An old friend posted on Facebook a quote from Martin Luther King, from 1956.

"The ultimate measure of a man is not where he stands in moments of comfort and convenience, but where he stands at times of challenge and controversy."

Real controversy, the kind which matters more than my petty interests, I have never faced. Likewise, tragedy. I have had stressful times, been shouted down, and have buried my mom, but the deepest controversy I have never seen. There has never been a day in which my faith was muzzled.

King faced this. His faith was not muzzled, per se, but he was killed for his beliefs. His beliefs, on the surface, look like the typical Jesse Jackson-style social religion.
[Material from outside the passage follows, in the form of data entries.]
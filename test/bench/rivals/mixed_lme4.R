# Competitor of the mixed-model bench: lme4 (D. Bates et al., J. Stat. Software 67(1), 2015) on random intercept and slope.
# Usage: Rscript mixed_lme4.R WORK, WORK one of
#   criteria  the restricted-likelihood criterion at every node, lme4's compiled evaluation alone, model built beforehand;
#   fit       one lmer() call, formula to fitted model, as a person types it.
# Problem, three lines on standard input: groups and rows a group; the readings, group by group (the regressor is the row's
# number in its group, from 0); the nodes as residual variance, intercept variance, slope variance, covariance, one after
# another. Then, a line each: "go N" does the work N times and prints nanoseconds and a number made from the result; "answer"
# prints all results.
suppressPackageStartupMessages(library(lme4))

work <- commandArgs(trailingOnly = TRUE)[1]
input <- file("stdin")
open(input)
numbers <- function() as.numeric(strsplit(readLines(input, n = 1), " ")[[1]])

counts <- numbers()
data <- data.frame(
  y = numbers(),
  x = rep(seq_len(counts[2]) - 1, counts[1]),
  g = factor(rep(seq_len(counts[1]), each = counts[2]))
)
nodes <- matrix(numbers(), nrow = 4)

parsed <- lFormula(y ~ x + (x | g), data = data, REML = TRUE)
deviance_of <- do.call(mkLmerDevfun, parsed)
inside <- environment(deviance_of)
free <- nrow(data) - 2

# lme4 profiles the residual variance; its parts give the criterion at any.
criterion <- function(node) {
  a <- sqrt(node[2] / node[1])
  b <- node[4] / node[1] / a
  deviance_of(c(a, b, sqrt(node[3] / node[1] - b^2)))
  squares <- inside$resp$wrss() + inside$pp$sqrL(1)
  inside$pp$ldL2() + inside$pp$ldRX2() + free * log(2 * pi * node[1]) + squares / node[1]
}

once <- if (work == "criteria") {
  function() apply(nodes, 2, criterion)
} else {
  function() {
    fit <- lmer(y ~ x + (x | g), data = data, REML = TRUE)
    c(REMLcrit(fit), fixef(fit), sigma(fit)^2, as.numeric(VarCorr(fit)$g)[c(1, 4, 2)])
  }
}

result <- NULL
repeat {
  line <- readLines(input, n = 1)
  if (length(line) == 0) break
  words <- strsplit(line, " ")[[1]]
  if (words[1] == "answer") {
    cat(paste(format(result, digits = 17, trim = TRUE), collapse = " "), "\n", sep = "")
  } else {
    started <- Sys.time()
    for (i in seq_len(as.integer(words[2]))) result <- once()
    taken <- as.numeric(difftime(Sys.time(), started, units = "secs"))
    cat(format(taken * 1e9, digits = 17), " ", format(sum(result), digits = 17), "\n", sep = "")
  }
  flush(stdout())
}
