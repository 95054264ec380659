"""From the entries of a log to one observation a period."""

from __future__ import annotations

from dataclasses import dataclass
from datetime import date

import numpy as np
from numpy.typing import NDArray

from analysis.log import COUNTED_KINDS, Combine, Days, Log, Period, Values

LARGEST = 1e300
"""Beyond this the difference of two values may be no number any more; no reading is so large."""

_EPOCH = date(1970, 1, 1).toordinal()


@dataclass(frozen=True, eq=False)
class Points:
    """One observation a period, every period from the first logged one to the last, blank ones included.

    Attributes:
        period: what a period is.
        first: first day number of each period, shape (k,), ascending and without holes.
        last: last day number of each period, shape (k,).
        day: day number that decides which stretch the observation belongs to, shape (k,).
        values: the observation, NaN where the period holds no value, shape (k,).
        filled: whether the observation is only days that were missed and counted as zero, shape (k,).
        whole: whether each value says it stands for its whole period, so that no edge can cut it.
    """

    period: Period
    first: Days
    last: Days
    day: Days
    values: Values
    filled: NDArray[np.bool_]
    whole: bool

    def __len__(self) -> int:
        return len(self.first)

    @property
    def known(self) -> NDArray[np.bool_]:
        """Which periods hold an observation, shape (k,)."""
        return ~np.isnan(self.values)

    def within(self, first: int, last: int) -> NDArray[np.bool_]:
        """Which periods belong to the days ``first`` to ``last`` (day numbers, both included), shape (k,).

        A period that reaches beyond either edge does not belong, unless its value stands for the whole of it.
        """
        if self.whole:
            return (self.day >= first) & (self.day <= last)
        return (self.first >= first) & (self.last <= last)


def points_of(log: Log, today: int | None = None) -> Points:
    """One observation a period of the log's measure.

    Args:
        log: the entries.
        today: day number after which nothing is used; None uses all.
    """
    measure = log.measure
    days, values, filled = _counted(log, today)
    if not len(days):
        none = np.empty(0, dtype=np.int64)
        return Points(measure.period, none, none, none, np.empty(0), np.empty(0, dtype=bool), False)
    keys = period_keys(days, measure.period, measure.week_start)
    whole = measure.period != "day" and not filled.any() and _one_value_a_period(days, keys, measure.period)
    every_key = np.arange(keys[0], keys[-1] + 1)
    first = period_firsts(every_key, measure.period, measure.week_start)
    last = period_firsts(every_key + 1, measure.period, measure.week_start) - 1
    starts = np.flatnonzero(np.r_[True, keys[1:] != keys[:-1]])
    place = keys[starts] - keys[0]
    combined = np.full(len(every_key), np.nan)
    # A sum too large to be reckoned with is no observation.
    with np.errstate(over="ignore", invalid="ignore"):
        combined[place] = _combined(values, starts, measure.combine_rule)
    combined[~(np.abs(combined) <= LARGEST)] = np.nan
    only_filled = np.zeros(len(every_key), dtype=bool)
    only_filled[place] = np.logical_and.reduceat(filled, starts)
    day = first.copy()
    if whole:
        day[place] = days[starts]
    return Points(measure.period, first, last, day, combined, only_filled, whole)


def first_logged_day(log: Log, today: int | None = None) -> int | None:
    """Day number of the first entry that says anything, or None."""
    days = _logged_days(log, today)
    return int(days[0]) if len(days) else None


def period_keys(days: Days, period: Period, week_start: int = 0) -> Days:
    """A running number of the period each day lies in, one more for each next period; shape (n,)."""
    if period == "day":
        return days
    if period == "week":
        # Day number 1 was a Monday.
        return (days - 1 - week_start) // 7
    unit = "datetime64[M]" if period == "month" else "datetime64[Y]"
    keys: Days = (days - _EPOCH).astype("datetime64[D]").astype(unit).astype(np.int64)
    return keys


def period_firsts(keys: Days, period: Period, week_start: int = 0) -> Days:
    """The first day number of each period named by :func:`period_keys`; shape (k,)."""
    if period == "day":
        return keys
    if period == "week":
        return keys * 7 + 1 + week_start
    unit = "datetime64[M]" if period == "month" else "datetime64[Y]"
    firsts: Days = keys.astype(unit).astype("datetime64[D]").astype(np.int64) + _EPOCH
    return firsts


def _logged_days(log: Log, today: int | None) -> Days:
    said = np.array([kind != "blank" for kind in log.kinds], dtype=bool)
    if today is not None:
        said &= log.days <= today
    days: Days = log.days[said]
    return days


def _paused(log: Log, days: Days) -> NDArray[np.bool_]:
    """Which days lie in a span of illness or absence: they are in no number, whatever was written down."""
    paused = np.zeros(len(days), dtype=bool)
    for span in log.spans:
        if span.kind in ("ill", "away"):
            paused |= (days >= span.first.toordinal()) & (days <= span.last.toordinal())
    return paused


def _counted(log: Log, today: int | None) -> tuple[Days, Values, NDArray[np.bool_]]:
    """Days, values and whether a value is a missed day counted as zero, in order of day."""
    measure = log.measure
    kinds = np.array(log.kinds, dtype=object)
    counted = np.isin(kinds, list(COUNTED_KINDS)) & np.isfinite(log.values)
    values = log.values
    if measure.kind in ("amount", "count"):
        rest = (kinds == "rest") & np.isnan(values)
        values = np.where(rest, 0.0, values)
        counted |= rest
    within = log.days <= today if today is not None else np.ones(len(log), dtype=bool)
    days, values = log.days[counted & within], values[counted & within]
    paused = _paused(log, days)
    days, values = days[~paused], values[~paused]
    filled = np.zeros(len(days), dtype=bool)
    if measure.missed == "zero":
        logged = _logged_days(log, today)
        if len(logged):
            missed = np.setdiff1d(np.arange(logged[0], logged[-1] + 1), logged)
            missed = missed[~_paused(log, missed)]
            days = np.concatenate([days, missed])
            values = np.concatenate([values, np.zeros(len(missed))])
            filled = np.concatenate([filled, np.ones(len(missed), dtype=bool)])
            order = np.argsort(days, kind="stable")
            days, values, filled = days[order], values[order], filled[order]
    return days, values, filled


def _one_value_a_period(days: Days, keys: Days, period: Period) -> bool:
    """Whether the log holds one value a period, always at the same place in it.

    Such values stand for their whole periods: monthly or yearly rows, or a reading taken every Wednesday. They
    may stand at a fixed distance from the start, or from the end (the last day of each month).
    """
    if len(np.unique(keys)) != len(keys) or len(keys) < 2:
        return False
    if period == "year":
        # The day of a year moves by one after February of a leap year; month and day of the month do not.
        month = period_keys(days, "month")
        place = (month % 12) * 100 + days - period_firsts(month, "month")
        return len(np.unique(place)) == 1
    from_start = days - period_firsts(keys, period)
    from_end = period_firsts(keys + 1, period) - days
    return len(np.unique(from_start)) == 1 or len(np.unique(from_end)) == 1


def _combined(values: Values, starts: NDArray[np.intp], rule: Combine) -> Values:
    """One value for each group of ``values`` that begins at ``starts``; shape (len(starts),)."""
    if len(starts) == len(values):
        return values
    ends = np.r_[starts[1:], len(values)]
    result: Values
    match rule:
        case "sum":
            result = np.add.reduceat(values, starts)
        case "mean":
            result = np.add.reduceat(values, starts) / (ends - starts)
        case "max":
            result = np.maximum.reduceat(values, starts)
        case "min":
            result = np.minimum.reduceat(values, starts)
        case "first":
            result = values[starts]
        case "last":
            result = values[ends - 1]
        case "median":
            groups = zip(starts, ends, strict=True)
            result = np.array([np.median(values[start:end]) for start, end in groups])
    return result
In fact, Jackson was involved in King's work. Jackson never has understood what King was about, however, looking at it all as merely a form of racial conflict resolution. That end was and is noble, and by degrees, we are getting there. King served a deeper goal. His name misnomers his reality. He knew the King of Kings, the Lord of Lords.

In the Wikipedia article on King, his faith in Christ is ignored, except for mentions what organizations he was involved with. In his letter from the Birmingham jail, he is not St. Paul writing prophetically from the Ephesus jail (though he makes the allusion, and a few parallels do exist), but it is clear who King serves and why he was doing what he did. An injustice often overlooked suffered by King is that his motivation is ignored.

This is not agreed by all. One website writer disagrees completely. However, in reading his site, reading some pseudo scholarship he used in defending his King James Bible only defense, the whole lot is suspect. It brings up the question of how do we know any celebrity Christian's faith? With the likes of Benny Hinn and Robert Tilton tugging on the checkbooks of their flock, and the blatant racism found in Barack Obama's pre-White House pastor Rev. Jeremiah Wright, it is easy to be cynical. Toss in the Ted Haggard (an evangelical leader) and the Catholic priest abuse scandals, and it is a wonder anyone believes anything.

As Christians go, I don't hold King up, or down. That he died from the consequence of what he believed does not make him greater. He was murdered, or assassinated (I don't what the distinction is), and this, no doubt, was a response by someone afraid of what he was accomplishing. He is a hero, but what matters to me is not how he died, but how he lived.

The ultimate issue is not what do they believe, but what do I (and you) believe. Scandals are nothing knew. Complex motives are part of everyone's life, and complex lives are reality. The hypocrite and liar cannot change truth. Was King really as I see, or as the website writer linked above sees him?